- _Goal of the exercise_: Each entry must be returned exactly. None may be omitted.
========
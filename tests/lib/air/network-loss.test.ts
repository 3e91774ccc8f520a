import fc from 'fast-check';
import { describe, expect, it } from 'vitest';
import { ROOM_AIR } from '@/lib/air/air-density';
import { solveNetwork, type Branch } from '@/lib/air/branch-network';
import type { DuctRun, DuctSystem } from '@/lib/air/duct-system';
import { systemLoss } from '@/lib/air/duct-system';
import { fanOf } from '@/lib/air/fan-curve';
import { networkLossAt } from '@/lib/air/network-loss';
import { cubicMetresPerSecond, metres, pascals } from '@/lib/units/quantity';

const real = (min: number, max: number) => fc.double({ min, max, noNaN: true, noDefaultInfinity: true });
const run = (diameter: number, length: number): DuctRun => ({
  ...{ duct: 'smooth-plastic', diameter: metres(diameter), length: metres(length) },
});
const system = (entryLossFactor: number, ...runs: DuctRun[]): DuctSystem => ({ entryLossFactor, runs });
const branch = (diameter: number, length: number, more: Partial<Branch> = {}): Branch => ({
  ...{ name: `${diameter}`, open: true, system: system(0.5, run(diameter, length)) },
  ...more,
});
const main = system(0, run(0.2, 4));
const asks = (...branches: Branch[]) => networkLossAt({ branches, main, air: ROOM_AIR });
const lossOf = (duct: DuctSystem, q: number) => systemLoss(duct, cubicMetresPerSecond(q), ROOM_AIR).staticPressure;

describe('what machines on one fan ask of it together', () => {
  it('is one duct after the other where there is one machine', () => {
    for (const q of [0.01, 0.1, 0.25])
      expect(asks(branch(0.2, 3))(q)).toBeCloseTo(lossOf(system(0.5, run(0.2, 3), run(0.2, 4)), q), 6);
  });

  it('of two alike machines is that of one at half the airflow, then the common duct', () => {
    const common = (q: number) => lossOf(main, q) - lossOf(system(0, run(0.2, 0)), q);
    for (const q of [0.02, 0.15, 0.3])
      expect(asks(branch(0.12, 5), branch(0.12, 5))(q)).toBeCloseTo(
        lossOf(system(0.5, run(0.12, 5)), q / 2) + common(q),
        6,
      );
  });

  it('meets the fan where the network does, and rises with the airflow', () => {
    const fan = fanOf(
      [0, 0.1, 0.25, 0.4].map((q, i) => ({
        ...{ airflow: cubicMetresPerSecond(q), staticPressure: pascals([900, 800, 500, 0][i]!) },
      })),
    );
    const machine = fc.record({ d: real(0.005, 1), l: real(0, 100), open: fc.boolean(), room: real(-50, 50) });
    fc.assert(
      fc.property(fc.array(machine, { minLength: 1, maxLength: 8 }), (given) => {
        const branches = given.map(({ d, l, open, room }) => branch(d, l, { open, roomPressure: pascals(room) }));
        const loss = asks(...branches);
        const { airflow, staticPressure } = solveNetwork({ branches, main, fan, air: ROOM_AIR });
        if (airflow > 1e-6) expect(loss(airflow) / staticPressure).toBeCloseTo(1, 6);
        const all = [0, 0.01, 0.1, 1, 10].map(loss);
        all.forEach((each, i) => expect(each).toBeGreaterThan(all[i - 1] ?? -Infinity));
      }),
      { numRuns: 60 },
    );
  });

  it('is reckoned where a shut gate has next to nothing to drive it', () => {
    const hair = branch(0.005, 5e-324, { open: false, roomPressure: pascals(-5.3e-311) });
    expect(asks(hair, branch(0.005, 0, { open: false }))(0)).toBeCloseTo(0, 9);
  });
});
========
- _Solution_:
filename tests/lib/air/network-loss.test.ts
repository 3e91774ccc8f520a
import fc from 'fast-check';
import { describe, expect, it } from 'vitest';
import { ROOM_AIR } from '@/lib/air/air-density';
import { solveNetwork, type Branch } from '@/lib/air/branch-network';
import type { DuctRun, DuctSystem } from '@/lib/air/duct-system';
import { systemLoss } from '@/lib/air/duct-system';
import { fanOf } from '@/lib/air/fan-curve';
import { networkLossAt } from '@/lib/air/network-loss';
import { cubicMetresPerSecond, metres, pascals } from '@/lib/units/quantity';

const real = (min: number, max: number) => fc.double({ min, max, noNaN: true, noDefaultInfinity: true });
const run = (diameter: number, length: number): DuctRun => ({
  ...{ duct: 'smooth-plastic', diameter: metres(diameter), length: metres(length) },
});
const system = (entryLossFactor: number, ...runs: DuctRun[]): DuctSystem => ({ entryLossFactor, runs });
const branch = (diameter: number, length: number, more: Partial<Branch> = {}): Branch => ({
  ...{ name: `${diameter}`, open: true, system: system(0.5, run(diameter, length)) },
  ...more,
});
const main = system(0, run(0.2, 4));
const asks = (...branches: Branch[]) => networkLossAt({ branches, main, air: ROOM_AIR });
const lossOf = (duct: DuctSystem, q: number) => systemLoss(duct, cubicMetresPerSecond(q), ROOM_AIR).staticPressure;

describe('what machines on one fan ask of it together', () => {
  it('is one duct after the other where there is one machine', () => {
    for (const q of [0.01, 0.1, 0.25])
      expect(asks(branch(0.2, 3))(q)).toBeCloseTo(lossOf(system(0.5, run(0.2, 3), run(0.2, 4)), q), 6);
  });

  it('of two alike machines is that of one at half the airflow, then the common duct', () => {
    const common = (q: number) => lossOf(main, q) - lossOf(system(0, run(0.2, 0)), q);
    for (const q of [0.02, 0.15, 0.3])
      expect(asks(branch(0.12, 5), branch(0.12, 5))(q)).toBeCloseTo(
        lossOf(system(0.5, run(0.12, 5)), q / 2) + common(q),
        6,
      );
  });

  it('meets the fan where the network does, and rises with the airflow', () => {
    const fan = fanOf(
      [0, 0.1, 0.25, 0.4].map((q, i) => ({
        ...{ airflow: cubicMetresPerSecond(q), staticPressure: pascals([900, 800, 500, 0][i]!) },
      })),
    );
    const machine = fc.record({ d: real(0.005, 1), l: real(0, 100), open: fc.boolean(), room: real(-50, 50) });
    fc.assert(
      fc.property(fc.array(machine, { minLength: 1, maxLength: 8 }), (given) => {
        const branches = given.map(({ d, l, open, room }) => branch(d, l, { open, roomPressure: pascals(room) }));
        const loss = asks(...branches);
        const { airflow, staticPressure } = solveNetwork({ branches, main, fan, air: ROOM_AIR });
        if (airflow > 1e-6) expect(loss(airflow) / staticPressure).toBeCloseTo(1, 6);
        const all = [0, 0.01, 0.1, 1, 10].map(loss);
        all.forEach((each, i) => expect(each).toBeGreaterThan(all[i - 1] ?? -Infinity));
      }),
      { numRuns: 60 },
    );
  });

  it('is reckoned where a shut gate has next to nothing to drive it', () => {
    const hair = branch(0.005, 5e-324, { open: false, roomPressure: pascals(-5.3e-311) });
    expect(asks(hair, branch(0.005, 0, { open: false }))(0)).toBeCloseTo(0, 9);
  });
});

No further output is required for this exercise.